Insouciance is not negative. It is not a careless carelessness. It is not relinquishment of appropriate responsibilities. It is not apathy, lethargy or indifference. It is not abandonment of real obligations. It is not disregard for others or lack of concern for the issues in the world. It is not neglectful nonchalance or a lack of a social conscience.

Insouciance is not decommissioning one’s role as worker, parent, family member, minder or provider. It is not dismissal of commitments already made. But it is a consideration of the level of serious intensity with which one lives one’s life and whether over-responsibility is necessary for the successful completion of one’s goals.

Goals can be achieved in joy as well as in graft and knowing how to do what is required to obtain them without requiring oneself to do unnecessary things is an art than can be acquired: acquired insouciance, the art of living.
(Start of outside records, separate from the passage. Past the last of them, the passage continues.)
def claim_violations(claims: pd.DataFrame, good_shipments: pd.DataFrame) -> pd.DataFrame:
    """One boolean column per (reason, column) of the claims contract; True = row breaks it."""
    sale = _parse_dates(claims["sale_date"])
    failure = _parse_dates(claims["failure_date"])
    claim = _parse_dates(claims["claim_date"])
    start = _build_start(claims["build_month"])
    cost = pd.to_numeric(claims["cost"], errors="coerce")
    out: dict[tuple[str, str], pd.Series] = {}
    for col in ("claim_id", "product", "build_month", "failure_date", "claim_date", "cost", "status"):
        out[("missing_value", col)] = claims[col].isna()
    out[("missing_value", "cost")] &= ~claims["status"].str.lower().isin(OPEN).fillna(False)
    out[("unparseable_value", "build_month")] = claims["build_month"].notna() & start.isna()
    for col, parsed in (("sale_date", sale), ("failure_date", failure), ("claim_date", claim)):
        out[("unparseable_value", col)] = claims[col].notna() & parsed.isna()
    out[("unparseable_value", "cost")] = claims["cost"].notna() & cost.isna()
    out[("cost_not_two_decimals", "cost")] = cost.notna() & ~claims["cost"].str.fullmatch(r"-?\d+\.\d{2}").fillna(False)
    out[("negative_cost", "cost")] = (cost < 0).fillna(False)
    out[("unknown_status", "status")] = claims["status"].notna() & ~claims["status"].isin(STATUSES)
    out[("claim_before_failure", "claim_date")] = (claim < failure).fillna(False)
    out[("failure_before_sale", "failure_date")] = (failure < sale).fillna(False)
    out[("failure_before_build", "failure_date")] = (failure < start).fillna(False)
    out[("duplicate_claim_id", "claim_id")] = claims["claim_id"].notna() & claims["claim_id"].duplicated(keep="first")
    out[("after_as_of", "failure_date")] = (failure > AS_OF).fillna(False)
    out[("after_as_of", "claim_date")] = (claim > AS_OF).fillna(False)

    sold = good_shipments[good_shipments["sale_date"] <= AS_OF]
    cohorts = pd.MultiIndex.from_frame(sold[["product", "build_month"]].drop_duplicates())
    in_cohort = pd.MultiIndex.from_frame(claims[["product", "build_month"]]).isin(cohorts)
    out[("cohort_never_shipped", "build_month")] = pd.Series(~in_cohort, index=claims.index) & start.notna()

    units = good_shipments.loc[good_shipments["serial"].notna(), ["serial", "product", "build_month", "ship_date", "sale_date"]]
    joined = claims[["serial", "product", "build_month"]].merge(
        units.rename(columns={"product": "u_product", "build_month": "u_build_month"}),
        on="serial", how="left", validate="many_to_one",
    )
    joined.index = claims.index
    has_serial = claims["serial"].notna()
    out[("serial_unknown", "serial")] = has_serial & joined["u_product"].isna()
    out[("serial_other_cohort", "serial")] = has_serial & joined["u_product"].notna() & (
        (joined["u_product"] != claims["product"]) | (joined["u_build_month"] != claims["build_month"])
    )
    out[("failure_before_unit_sale", "failure_date")] = has_serial & (failure < joined["sale_date"]).fillna(False)
    out[("sale_before_unit_ship", "sale_date")] = (
        has_serial & joined["sale_date"].isna() & (sale < joined["ship_date"]).fillna(False)
    )
    return pd.DataFrame(out)
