def simulate(seed: int, shape: float, scale: float, *, build_months: int = 24, units_per_month: int = 3000,
             delay_mean_days: float = 30.0, warranty: int = 24):
    """Build months 2023-01 .. 2024-12 of `units_per_month` units each, warranty start 0-27 days into the
    build month, Weibull lives (months), failure dated d = floor(life L) days after the start (the day
    grid: age [d, d + 1) days), observed through the as-of date (D + 1 days in service), delay floor(Exp(mean))
    whole days (G(d) = 1 - exp(-(d + 1) / mean)); a failure within the warranty window is a counted
    return when its claim comes by the as-of date, unreported otherwise. Returns the three frames as
    the SQL outputs hold them, the number of failures not yet reported, and of counted returns."""
    rng = np.random.default_rng(seed)
    as_of = np.datetime64(AS_OF, "D")
    build = np.repeat(np.datetime64("2023-01", "M") + np.arange(build_months), units_per_month)
    start = build.astype("datetime64[D]") + rng.integers(0, 28, build.size)
    day = np.floor(scale * rng.weibull(shape, build.size) * DAYS_PER_MONTH).astype(np.int64)
    delay = np.floor(rng.exponential(delay_mean_days, build.size)).astype(np.int64)
    window = np.minimum((as_of - start).astype(np.int64), int(np.floor(warranty * DAYS_PER_MONTH)))
    failed = day <= window
    counted = failed & (start + day + delay <= as_of)
    month = np.maximum(1, (48 * day + 1460) // 1461)
    build_month = build.astype("datetime64[D]").astype(object)
    returns = pd.DataFrame({"build_month": build_month[counted], "months_in_service": month[counted]})
    fit_returns = returns.groupby(["build_month", "months_in_service"], as_index=False).size()
    fit_returns = fit_returns.rename(columns={"size": "returns"})
    units = pd.DataFrame({
        "build_month": build_month, "warranty_start_date": start.astype(object),
        "observed_age_months": (window + 1) / DAYS_PER_MONTH, "counted": counted,
    })
    survival = units.groupby("build_month")["counted"].mean()  # survivors shared by units, as the SQL does
    fit_suspensions = units.groupby(
        ["build_month", "warranty_start_date", "observed_age_months"], as_index=False
    ).size()
    fit_suspensions = fit_suspensions.rename(columns={"size": "units"})
    fit_suspensions["suspensions"] = fit_suspensions["units"] * (1.0 - fit_suspensions["build_month"].map(survival))
    for frame in (fit_returns, fit_suspensions):
        frame.insert(0, "product", "P")
        frame.insert(2, "sale_month", frame["build_month"])
        frame.insert(3, "warranty_months", warranty)
    observable = (as_of - (start + day)).astype(np.int64)[counted]
    delays = pd.DataFrame({"delay_days": delay[counted], "observable_days": observable})
    delays = delays.groupby(["delay_days", "observable_days"], as_index=False).size().rename(columns={"size": "claims"})
    delays.insert(0, "product", "P")
    return fit_returns, fit_suspensions, delays, int((failed & ~counted).sum()), int(counted.sum())
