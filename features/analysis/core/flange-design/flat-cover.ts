/**
 * ASME VIII-1 UG-34 flat unstayed covers attached by bolts (sketches (j) and (k)), which carry an
 * edge moment from the bolting:
 *   circular, formula (2):      t = d·√(C·P/(S·E) + 1.9·W·hG/(S·E·d³))
 *   non-circular, formula (5):  t = d·√(Z·C·P/(S·E) + 6·W·hG/(S·E·L·d²)), Z = 3.4 − 2.4·d/D ≤ 2.5
 * d: diameter (circular: the gasket reaction diameter G) or short span, D: long span, L: perimeter
 * of the bolted cover along the bolt centres, hG: gasket moment arm. Both conditions are computed
 * and the greater thickness governs: operating (P = design pressure, S at design temperature,
 * W = Wm1) and gasket seating (P = 0, S at ambient temperature, W = (Am + Ab)·Sa/2).
 * Units: mm, N, MPa (the formulas are homogeneous: both unit branches share them).
 */

export interface CoverSketch {
  id: string;
  label: string;
  c: number;
  source: string;
}

/** Bolted cover sketches of Fig. UG-34 the designer can pick (C factors of UG-34(d)) [mem: verify in your edition]. */
export const COVER_SKETCHES: readonly CoverSketch[] = [
  {
    id: "ug34-j",
    label: "Fig. UG-34 sketch (j): bolted flat cover, ring gasket",
    c: 0.3,
    source: "ASME VIII-1 UG-34(d)(2), sketch (j): C = 0.3 [mem]",
  },
  {
    id: "ug34-k",
    label: "Fig. UG-34 sketch (k): bolted flat cover in a recess, ring gasket",
    c: 0.3,
    source: "ASME VIII-1 UG-34(d)(2), sketch (k): C = 0.3 [mem]",
  },
];

export function getCoverSketch(id: string): CoverSketch | undefined {
  return COVER_SKETCHES.find((s) => s.id === id);
}

/** Z = 3.4 − 2.4·d/D, not above 2.5 (UG-34 formula (4)). Example: d/D = 0.5 → 2.2; d = D → 1.0. */
export function nonCircularZ(shortSpanMm: number, longSpanMm: number): number {
  return Math.min(2.5, 3.4 - (2.4 * shortSpanMm) / longSpanMm);
}

export interface CoverConditionInput {
  pressureMpa: number;
  allowableMpa: number;
  boltLoadN: number;
}

export interface CoverGeometry {
  shape: "circular" | "non-circular";
  /** d: G for a circular cover, the short span otherwise (mm). */
  dMm: number;
  /** D: long span (non-circular) (mm). */
  longSpanMm?: number;
  /** L: bolt-centre perimeter (non-circular) (mm). */
  perimeterMm?: number;
  hGMm: number;
  c: number;
  jointEfficiency: number;
}

/** Required thickness for one condition (mm). */
export function coverThicknessMm(g: CoverGeometry, k: CoverConditionInput): number {
  const SE = k.allowableMpa * g.jointEfficiency;
  const d = g.dMm;
  if (g.shape === "circular") {
    return d * Math.sqrt((g.c * k.pressureMpa) / SE + (1.9 * k.boltLoadN * g.hGMm) / (SE * d * d * d));
  }
  const Z = nonCircularZ(d, g.longSpanMm ?? d);
  const L = g.perimeterMm ?? Math.PI * d;
  return d * Math.sqrt((Z * g.c * k.pressureMpa) / SE + (6 * k.boltLoadN * g.hGMm) / (SE * L * d * d));
}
Taking ourselves too seriously has long been understood as a negative approach to ourselves and others. It is a condition that lacks humour. It can place an unfair burden of personal responsibility on everyone around about everything that is happening. It is more than being dutiful: it is a form of hubris that suggests the universe will not survive without our presence and our involvement. Taking ourselves too seriously is not personally rewarding or psychologically healthy and it is almost always impositional on other people in its extreme form.

Often what we envy most about our former selves is the light-hearted unconcern of insouciant childhood times when we were neither aware of nor preoccupied with worries other than those in our immediate psychological orbit.

We remember a time when the weight of responsibility did not obstruct and when we worried less and enjoyed the immediate moment more.

Worry is not good for us. Insouciance is advised. Insouciance is an idea “whose time has come” and it is a level of equanimity that is needed now for psychologically health life. It is a strategy for today. It is a prescription for mental health. It is realistic, unselfconscious and freeing. It calms us, ignites our inventiveness and reassures the psyche that all will be well. A poetics of living: a philosophy of life.